Thanks guys.  Well, the 361 is listed for $300 at a local pawn shop, don't know the condition of it till i take a look at it today.  Could probably get them down and steal it.  The 044 is at another pawn shop, and its on ebay, starting bid at $350, and its in real nice shape. Don't know what the guys has it listed for in his shop.  Will be visiting both this afternoon, both about a hr away though.


----------



## lukem (Apr 5, 2012)

HatCityIAFF said:


> Thanks guys. Well, the 361 is listed for $300 at a local pawn shop, don't know the condition of it till i take a look at it today. Could probably get them down and steal it. The 044 is at another pawn shop, and its on ebay, starting bid at $350, and its in real nice shape. Don't know what the guys has it listed for in his shop. Will be visiting both this afternoon, both about a hr away though.


 
Both sound like a good deal.  Good luck.


----------



## smokinj (Apr 5, 2012)

HatCityIAFF said:


> Thanks guys. Well, the 361 is listed for $300 at a local pawn shop, don't know the condition of it till i take a look at it today. Could probably get them down and steal it. The 044 is at another pawn shop, and its on ebay, starting bid at $350, and its in real nice shape. Don't know what the guys has it listed for in his shop. Will be visiting both this afternoon, both about a hr away though.


 
50.00 bucks more for a 70cc saw is a no brainer!


----------



## surviverguy (Apr 5, 2012)

The 044 isn't that heavy. It'll cut twice as fast in 20 inches of hardwood. If you cut 16" or less- mostly, then the 361 will use less fuel and the saw weighs less.


----------



## MasterMech (Apr 5, 2012)

$500 will put together a MS460/046 that'll make that 372XP run for momma.  I scored a MS460 for cheap beans on ebay that needs a piston & cyl.  I also just _happen_ to have a brand-new MS460 that was run over by a truck, and it was a freebie (Nothing left of it that's any good other than the engine itself.  It was a big truck.)  Bet nobody can guess what I'm gonna do with all this junk.......

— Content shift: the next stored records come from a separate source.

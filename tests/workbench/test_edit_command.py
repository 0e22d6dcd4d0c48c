"""`feedcheck edit` on the command line: bad arguments exit 2 with a clear message and
nothing written; good ones hand a session to the server."""

from __future__ import annotations

import pytest

from feedcheck import CAUTION
from feedcheck.template import TEMPLATE
from tests.badinput import assert_no_traceback, cli

from .conftest import copy_sample


@pytest.fixture
def served(monkeypatch):
    """The sessions the command would serve (the server itself is not started)."""
    calls = []

    def fake_serve(session, port=0, open_browser=True, echo=print):
        calls.append((session, port, open_browser))

    monkeypatch.setattr("feedcheck.workbench.server.serve", fake_serve)
    return calls


def _refused(result, *words: str) -> None:
    assert_no_traceback(result)
    assert result.exit_code == 2, result.output
    assert result.stdout == ""
    for w in words:
        assert w in result.stderr, result.stderr


def test_missing_folder(tmp_path, served):
    r = cli("edit", str(tmp_path / "nowhere" / "job.toml"))
    _refused(r, "does not exist")
    assert not served


def test_a_workbook_is_refused(tmp_path, served):
    (tmp_path / "job.xlsx").write_bytes(b"PK")
    _refused(cli("edit", str(tmp_path / "job.xlsx")), "job workbook", ".toml")
    assert not served


def test_other_endings_are_refused(tmp_path, served):
    (tmp_path / "LP1.csv").write_text("a,b\n", encoding="utf-8")
    _refused(cli("edit", str(tmp_path / "LP1.csv")), ".toml")


def test_a_folder_is_refused(tmp_path, served):
    (tmp_path / "job.toml").mkdir()
    _refused(cli("edit", str(tmp_path / "job.toml")), "not a folder")


def test_an_unreadable_file_is_refused(tmp_path, served):
    (tmp_path / "job.toml").write_bytes(b'name = "\xff\xfe"\n')
    _refused(cli("edit", str(tmp_path / "job.toml")), "UTF-8")
    assert not served


def test_a_bad_port_is_refused(tmp_path, served):
    job = copy_sample(tmp_path)
    _refused(cli("edit", str(job), "--port", "70000"))


def test_an_existing_job_is_served(tmp_path, served):
    job = copy_sample(tmp_path)
    r = cli("edit", str(job), "--no-browser", "--port", "0")
    assert r.exit_code == 0, r.output
    ((session, port, open_browser),) = served
    assert session.doc.text == job.read_text(encoding="utf-8")
    assert session.exists and port == 0 and open_browser is False


def test_a_job_with_errors_is_served_to_be_fixed(tmp_path, served):
    job = tmp_path / "broken.toml"
    job.write_text("[project\n", encoding="utf-8")
    assert cli("edit", str(job), "--no-browser").exit_code == 0
    assert not served[0][0].payload["valid"]


def test_a_missing_job_starts_from_the_template(tmp_path, served):
    r = cli("edit", str(tmp_path / "new.toml"), "--no-browser")
    assert r.exit_code == 0
    session = served[0][0]
    assert session.doc.text == TEMPLATE and not session.exists
    assert not (tmp_path / "new.toml").exists()  # Save creates it


def test_help_carries_the_caution():
    out = " ".join(cli("edit", "--help").stdout.split())
    assert " ".join(CAUTION.split()) in out
    assert "127.0.0.1" in out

All that said.... If you're willing to go $500 I'd forget about the MS361 (Much as I love/recommend that saw) and focus on saws that say "Magnum" on them.


----------



## surviverguy (Apr 5, 2012)

MasterMech said:


> $ focus on saws that say "Magnum" on them.


....+1 or "super". "Magnum" demands top dollar- where the "super"s tend to be close in performance (to the magnums) without the magnum premium prices.


----------



## HatCityIAFF (Apr 5, 2012)

This is why I love this place! A little extra power goes a long way


----------



## HatCityIAFF (Apr 5, 2012)

How old would you guys guestimate this saw to be? Older stickers, and older screw in caps.


----------



## smokinj (Apr 5, 2012)

mid 90's but I like it!


----------



## HatCityIAFF (Apr 5, 2012)

couple of scratches from sliding around on its side, but other than that looks pretty good. Bar looks in decent shape as well.  Anything to really check out? Besides running and ideling well?


----------



## smokinj (Apr 5, 2012)

HatCityIAFF said:


> couple of scratches from sliding around on its side, but other than that looks pretty good. Bar looks in decent shape as well. Anything to really check out? Besides running and ideling well?


 

PULL start it with out the de-comp should tell you where the compression is. warm it up and run it. You can pull the muff cover and look at the walls as well. t-27

doesnt have a de comp so it should pull pretty hard.


----------



## HittinSteel (Apr 5, 2012)

Nice, no #$%@^&%$ flippy caps!


----------



## Hogwildz (Apr 5, 2012)

I like my flippy caps


----------



## Jags (Apr 5, 2012)

Hogwildz said:


> I like my flippy caps


 
No kidding.  Beats shluffing off for the scrench every time you need a refill.


----------



## surviverguy (Apr 5, 2012)

Looks like the plastic handle is starting to crack on the bottom of the saw near the fuel tank (Picture #2). It's not a deal breaker, but a reason to request a discount in price, perhaps?


----------



## Bigg_Redd (Apr 6, 2012)

I made a similar decision last summer between a 361 or 440/441 except I was buying new and my budget was $1000.  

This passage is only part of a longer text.